Abstract

ABSTRACT:

On New Year’s Day in 1837, one American Indian man killed another in the western region of the Wisconsin Territory. This, at least was the ruling of the circuit court judge at Prairie du Chien. The facts of the case were not in dispute, a man named Chigawaasking shot and killed a man named Alfred Aitkin. The crime occurred at Red Cedar Lake in the newly organized Wisconsin Territory where both men resided. In a ruling that shocked the Aitkin family, the American judge presiding over the trial of Chigawaasking determined that “our laws did not recognize Indian murder,” and he set the accused free. For the jury the issue at stake was not murder but race. Alfred Aitkin was the son of an American fur trader and an Anishinaabe woman.

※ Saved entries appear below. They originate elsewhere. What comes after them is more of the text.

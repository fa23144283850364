/**
 * Duplicate detection across overlapping statement files, one file at a time.
 *
 * Rules, in order:
 * 1. Bank ids: an entry whose bank id (OFX FITID, camt AcctSvcrRef/NtryRef, MT940 `//`
 *    reference) was seen on the same account in an earlier file is that earlier entry.
 * 2. Content fingerprints (engine/ledger/fingerprint.ts) for the rest. Genuinely repeated
 *    identical transactions are kept: within one file every occurrence counts, and a later
 *    file's k-th occurrence of a fingerprint is a duplicate only when earlier files already
 *    contributed at least k occurrences of it on that account. Two entries that both carry
 *    bank ids, and different ones, are never the same entry, so an entry with a new bank id
 *    only matches earlier entries without one; an entry without a bank id matches earlier
 *    entries with one first (they cannot be claimed by a bank id any more).
 *
 * Complexity: O(n) per file for n entries, plus the size of the few pools an entry touches.
 */

/** What the index needs of an entry. */
export interface DuplicateCandidate {
  readonly accountId: string;
  readonly fingerprint: string;
  readonly bankRef?: string;
}

/** A kept transaction as the index remembers it. */
export interface KeptEntry {
  readonly id: string;
  /** The bank id known for this kept entry (its own, or one later linked to it). */
  ref: string | undefined;
}

/**
 * Mutable state carried from file to file while a ledger is built. Not plain data: internal.
 * Maps are nested by account so that keys are the bank ids and fingerprints themselves (no
 * concatenated key strings to build and hash per entry).
 */
export interface DuplicateIndex {
  /** accountId → bank id → the kept transaction it names. */
  readonly refs: Map<string, Map<string, KeptEntry>>;
  /** accountId → fingerprint → kept transactions with it, in order. */
  readonly pools: Map<string, Map<string, KeptEntry[]>>;
}

function inner<V>(outer: Map<string, Map<string, V>>, key: string): Map<string, V> {
  let map = outer.get(key);
  if (map === undefined) {
    map = new Map<string, V>();
    outer.set(key, map);
  }
  return map;
}

/** Placeholder bank ids that identify nothing (MT940 "NONREF" and the like). */
const PLACEHOLDER_REF = /^(NONREF|NOREF|NOTPROVIDED|NONE|N\/A|-+|0+)$/i;

/**
 * The usable bank id of an entry, trimmed, or undefined for empty and placeholder ids.
 * @example usableBankRef(' NONREF ') // undefined
 */
export function usableBankRef(bankRef: string | undefined): string | undefined {
  const ref = bankRef?.trim();
  return ref && !PLACEHOLDER_REF.test(ref) ? ref : undefined;
}

/** An empty index for a new ledger. */
export function createDuplicateIndex(): DuplicateIndex {
  return { refs: new Map(), pools: new Map() };
}

/**
 * Finds which entries of one file are already in the ledger from earlier files.
 *
 * @returns per candidate the earlier kept transaction it repeats, or null when it is new.
 * @example
 * const index = createDuplicateIndex();
 * findDuplicates(index, [{ accountId: 'A', fingerprint: 'f' }]); // [null]
 */
export function findDuplicates(index: DuplicateIndex, candidates: readonly DuplicateCandidate[]): (KeptEntry | null)[] {
  const duplicateOf: (KeptEntry | null)[] = new Array<KeptEntry | null>(candidates.length).fill(null);
  const claimed = new Set<KeptEntry>();
  // 1. Bank ids.
  candidates.forEach((c, i) => {
    const ref = usableBankRef(c.bankRef);
    if (ref === undefined) return;
    const earlier = index.refs.get(c.accountId)?.get(ref);
    if (earlier !== undefined) {
      duplicateOf[i] = earlier;
      claimed.add(earlier);
    }
  });
  // 2. Fingerprints, pool by pool, in file order.
  const groups = new Map<KeptEntry[], number[]>();
  candidates.forEach((c, i) => {
    if (duplicateOf[i] !== null) return;
    const pool = index.pools.get(c.accountId)?.get(c.fingerprint);
    if (pool === undefined) return;
    const members = groups.get(pool);
    if (members) members.push(i);
    else groups.set(pool, [i]);
  });
  for (const [earlierPool, members] of groups) {
    const pool = earlierPool.filter((item) => !claimed.has(item));
    const withRef = pool.filter((item) => item.ref !== undefined);
    const withoutRef = pool.filter((item) => item.ref === undefined);
    let r = 0;
    let n = 0;
    for (const i of members) {
      const hasRef = usableBankRef((candidates[i] as DuplicateCandidate).bankRef) !== undefined;
      let match: KeptEntry | undefined;
      if (!hasRef && r < withRef.length) match = withRef[r++];
      else if (n < withoutRef.length) match = withoutRef[n++];
      if (match) duplicateOf[i] = match;
    }
  }
  return duplicateOf;
}

/**
 * Records a processed file: kept entries join the pools under their new ids, bank ids are
 * remembered (a duplicate's bank id is linked to the transaction it repeats).
 *
 * @param keptIds per candidate: the id given to it when kept, or null for a duplicate.
 * @param duplicateOf what `findDuplicates` returned for the same candidates.
 */
export function recordFile(
  index: DuplicateIndex,
  candidates: readonly DuplicateCandidate[],
  keptIds: readonly (string | null)[],
  duplicateOf: readonly (KeptEntry | null)[],
): void {
  let accountId: string | undefined;
  let pools = new Map<string, KeptEntry[]>();
  let refs = new Map<string, KeptEntry>();
  candidates.forEach((c, i) => {
    if (c.accountId !== accountId) {
      accountId = c.accountId;
      pools = inner(index.pools, accountId);
      refs = inner(index.refs, accountId);
    }
    const ref = usableBankRef(c.bankRef);
    const id = keptIds[i];
    let item = duplicateOf[i] ?? null;
    if (item === null && id !== null && id !== undefined) {
      item = { id, ref };
      const pool = pools.get(c.fingerprint);
      if (pool) pool.push(item);
      else pools.set(c.fingerprint, [item]);
    } else if (item !== null && ref !== undefined && item.ref === undefined) {
      item.ref = ref;
    }
    if (item !== null && ref !== undefined && !refs.has(ref)) refs.set(ref, item);
  });
}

In order to adjudicate his murder as a crime at least one man involved in the incident needed to be white and or a citizen of the United States. When the jury examined the case, however, they could only see red. They ruled that both men were Natives and therefore non-citizens with no legal standing in an American court of law. This article examines the fate of both Chigawaasking and Alfred Aitkin in the context of America’s western expansion, studying other murder trials involving Native assailants and their white and Native victims. These cases provide a means of thinking about America as a republic and as a colonial power whose expansion required the systematic dispossession of Native peoples.